Sometimes we classify those around us into family/friends or “us” on the one hand, and outsiders or “them” on the other hand, gathering around the former and excluding or opposing the latter. This may lead to people living apart from each other.
One classic piece of research that attempts to resolve this problem head-on is the “segregation model.” This reveals the mechanisms by which the behavior of each individual is linked to the whole (⇒Reference to segregation model). The outcomes were surprising. Since then, various kinds of research have been developed.
Territory
Another mechanism that causes phenomena similar to residential segregation/differentiation is “territory.” With individuals and populations as the units, humans rope off areas and wolves perform marking to designate their territory, thus asserting exclusive property and usage rights. When the assertions of one side are not recognized by the other, a territorial dispute ensues. Where it differs from residential segregation/differentiation, in which like individuals group together and avoid those who are different, is that designating territory has the outward-facing effect of excluding outsiders.

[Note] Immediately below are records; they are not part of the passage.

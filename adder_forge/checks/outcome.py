"""What one check found for one design, and the one reader of the testbenches' result lines.

Every test bench we emit (Verilog, VHDL) and the cocotb test print, for each design, lines that begin with
the design's name: ``NAME: N passed, M failed`` once at the end, ``NAME: MISMATCH ...`` for the first
failing vectors, and a line naming the problem when the vectors file cannot be used (``VECTORS ERROR`` in
Verilog; ``BAD LINE``, ``cannot open the vectors file``, ``the vectors file ... holds`` in VHDL). ``parse``
reads them for one name; ``outcome`` turns that and the run's exit status into a verdict. Nothing else in
the package parses simulator output.

A pass needs all of: exactly one well-formed summary line, no failures in it, at least one vector checked,
as many vectors as the test bench was generated with (when known), no problem line, and a clean exit
unless another design of the same run explains the failure (a shared build ends with ``$fatal`` when any
of its designs fails).
"""

from __future__ import annotations

import re
from dataclasses import dataclass

from ..base.tools import Result, exit_status

# What follows ``NAME: `` on a line that says the vectors could not be used as they should.
PROBLEMS = ("VECTORS ERROR", "BAD LINE", "cannot open the vectors file", "the vectors file ")
_SUMMARY = re.compile(r"(\d+) passed, (\d+) failed\s*$")
_LOOKS_LIKE_SUMMARY = re.compile(r"\S+ passed, \S+ failed")  # e.g. "x passed, x failed" from an X count


@dataclass(frozen=True)
class Outcome:
    """One row of `verify`: what one checker found for one design."""

    name: str
    checker: str
    ok: bool
    passed: int
    failed: int
    detail: str  # on a pass, what was checked; else the first failing vector, or why there is no verdict
    first: str | None = None  # the first mismatch, as the check printed it
    exit_status: int = 0  # of the run that gave the verdict (for a shared build, the whole batch's)
    log: str = ""  # the end of that run's output, for a reader who wants more than the detail

    @property
    def vectors(self) -> int:
        """Vectors checked; 0 for a proof, which covers every input at once."""
        return self.passed + self.failed


@dataclass(frozen=True)
class Report:
    """What a run printed about one design. ``passed`` and ``failed`` are None without a usable summary."""

    passed: int | None = None
    failed: int | None = None
    first: str | None = None  # the text after ``MISMATCH `` on the first mismatch line
    problem: str | None = None  # the first line saying why the vectors could not all be checked

    @property
    def summarized(self) -> bool:
        return self.passed is not None

    @property
    def clean(self) -> bool:
        """The design itself reports nothing wrong (its run's exit status is judged apart)."""
        return self.summarized and self.failed == 0 and self.passed > 0 and self.problem is None


def parse(text: str, name: str) -> Report:
    """The lines of ``text`` about design ``name``. A line counts when the name stands at its start or after
    white space (cocotb puts its log prefix before it), so ``alu`` never reads ``my_alu``'s lines."""
    summaries: list[tuple[int, int]] = []
    first = problem = None
    for m in re.finditer(rf"(?:^|[ \t]){re.escape(name)}: (.*?)\r?$", text, re.M):
        rest = m.group(1)
        s = _SUMMARY.fullmatch(rest)
        if s:
            summaries.append((int(s.group(1)), int(s.group(2))))
        elif rest.startswith("MISMATCH "):
            first = first or rest[len("MISMATCH "):].strip()
        elif rest.startswith(PROBLEMS):
            problem = problem or f"{name}: {rest.strip()}"
        elif _LOOKS_LIKE_SUMMARY.match(rest):
            problem = problem or f"{name}: malformed summary line: {rest.strip()}"
    if len(summaries) > 1:  # two verdicts: trust neither
        return Report(None, None, first, f"{name}: {len(summaries)} summary lines")
    passed, failed = summaries[0] if summaries else (None, None)
    return Report(passed, failed, first, problem)


def outcome(name: str, checker: str, report: Report, result: Result, passing: str, expected: int | None = None,
            excused: bool = False) -> Outcome:
    """The verdict on one design from what its run printed (``report``) and how the run ended (``result``).

    ``passing`` is the row's detail when it passes (what was checked); ``expected`` the number of vectors
    the test bench holds, when known; ``excused`` says another design of the same run failed, which
    accounts for a non-zero exit status.
    """
    code = result.returncode
    log = result.tail(10)
    last = _last_line(result)
    passed, failed = report.passed or 0, report.failed or 0

    def verdict(ok: bool, detail: str) -> Outcome:
        return Outcome(name, checker, ok, passed, failed, detail, report.first, code, log)

    if not report.summarized:
        return verdict(False, f"no result ({exit_status(code)}): {report.problem or last or 'no output'}")
    if failed:
        return verdict(False, f"first failing vector: {report.first}" if report.first
                       else f"{report.problem or 'no mismatch line printed'}")
    if report.problem:
        return verdict(False, report.problem)
    if not passed:
        return verdict(False, "no vectors checked")
    if expected is not None and passed != expected:
        return verdict(False, f"checked {passed} vectors; the test bench holds {expected}")
    if code != 0 and not excused:
        return verdict(False, f"all vectors passed, but the run ended with {exit_status(code)}: {last}")
    return verdict(True, passing)


def read(result: Result, checker: str, names: list[str], passing: list[str],
         expected: list[int | None] | None = None) -> list[Outcome]:
    """Outcomes for every design one run checked, in the order given."""
    text = result.stdout + "\n" + result.stderr
    reports = [parse(text, n) for n in names]
    expected = expected or [None] * len(names)
    # a failing exit is excused for a design only if another design of the run is to blame
    blamed = [not r.clean or (e is not None and r.passed != e) for r, e in zip(reports, expected)]
    return [outcome(n, checker, r, result, p, e, excused=any(b for j, b in enumerate(blamed) if j != k))
            for k, (n, r, p, e) in enumerate(zip(names, reports, passing, expected))]


def _last_line(result: Result) -> str:
    lines = [line.strip() for line in (result.stdout + "\n" + result.stderr).splitlines() if line.strip()]
    return lines[-1] if lines else ""


def outcomes(designs, checker: str, result: Result) -> list[Outcome]:
    """One Outcome a design of a test bench run (designs of ``emit.design``): each must report exactly the
    vectors its test bench holds, and a pass says how they were chosen."""
    return read(result, checker, [d.spec.name for d in designs], [d.plan for d in designs],
                [d.testbench.count for d in designs])
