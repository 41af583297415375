"""The cocotb check: a cocotb 2.x test driving the emitted module, in Icarus or Verilator."""

from __future__ import annotations

import re
import sys
from dataclasses import dataclass
from pathlib import Path

from ..emit.design import Design
from ..base.tools import Command, find, run

_SUMMARY = re.compile(r"(\w+): (\d+) passed, (\d+) failed")
_MISMATCH = re.compile(r"\w+: MISMATCH (.*)")


@dataclass(frozen=True)
class CocotbOutcome:
    name: str
    simulator: str
    passed: int
    failed: int
    first: str | None
    exit_status: int
    log: str

    @property
    def ok(self) -> bool:
        return self.exit_status == 0 and self.failed == 0 and self.passed > 0


def run_cocotb(d: Design, simulator: str, workdir: Path, random_count: int = 1000, seed: int = 1,
               exhaustive_limit: int = 1 << 12, timeout: float = 1800) -> CocotbOutcome:
    workdir = Path(workdir)
    workdir.mkdir(parents=True, exist_ok=True)
    src = workdir / f"{d.spec.name}.v"
    src.write_text(d.verilog, encoding="utf-8")
    find("iverilog" if simulator == "icarus" else "verilator")  # a clear error before cocotb's own
    env = (("ADDER_FORGE_NAME", d.spec.name), ("ADDER_FORGE_WIDTH", str(d.spec.width)),
           ("ADDER_FORGE_CARRY_IN", str(int(d.spec.carry_in))), ("ADDER_FORGE_CARRY_OUT", str(int(d.spec.carry_out))),
           ("ADDER_FORGE_RANDOM", str(random_count)), ("ADDER_FORGE_SEED", str(seed)),
           ("ADDER_FORGE_EXHAUSTIVE_LIMIT", str(exhaustive_limit)), ("PYTEST_CURRENT_TEST", ""))
    cmd = Command((sys.executable, "-m", "adder_forge.checks.cocotb_run", "--sim", simulator, "--source", str(src),
                   "--top", d.spec.name, "--workdir", str(workdir)), str(workdir), env, timeout)
    r = run(cmd)
    text = r.stdout + r.stderr
    m = _SUMMARY.search(text)
    passed, failed = (int(m.group(2)), int(m.group(3))) if m else (0, 0)
    mm = _MISMATCH.search(text)
    return CocotbOutcome(d.spec.name, simulator, passed, failed, mm.group(1).strip() if mm else None,
                         r.returncode, r.tail(15))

Modern-day states are defined as mutually exclusive areas by means of international borders, which are extremely sophisticated territorial markings. In order to cross international borders, we need passports and visas, and must submit to immigration control, and pass safely through customs and quarantine. Territorial disputes between different states are also known as border disputes. The single term “territorial dispute” in English is represented by two separate terms in Japanese.
Territory represents a space in which the owners and users can look for food and reproduce. In that sense, if territorial disputes can be limited to the areas around borders (frontiers), it is possible for creatures that maintain territories to coexist. The ayu, or sweetfish, derives its food from the moss on riverbeds, but it is known to create territories. By leveraging this aspect of the fish’s character, it becomes possible to use a kind of “angling by decoy.” However, ayu only assert their territories up to a certain level of population density, and when densities become high enough they seem to stop asserting their territories, form schools, and display patrolling behavior.
Prejudice/discrimination
In the Old City of Jerusalem, followers of the Jewish faith, Islam (Muslims) and Christianity (Catholicism and Eastern Church sects) practice residential segregation in a mosaic pattern, and have developed to form one local community overall. Examples of various communities with different cultures gathering together in this way to form local communities are by no means rare. However, there are also many examples in large cities of residential segregation, where even as people of the same culture gather together, they avoid contact with people of different cultures, or try to exclude them (⇒ Reference to residential segregation/differentiation).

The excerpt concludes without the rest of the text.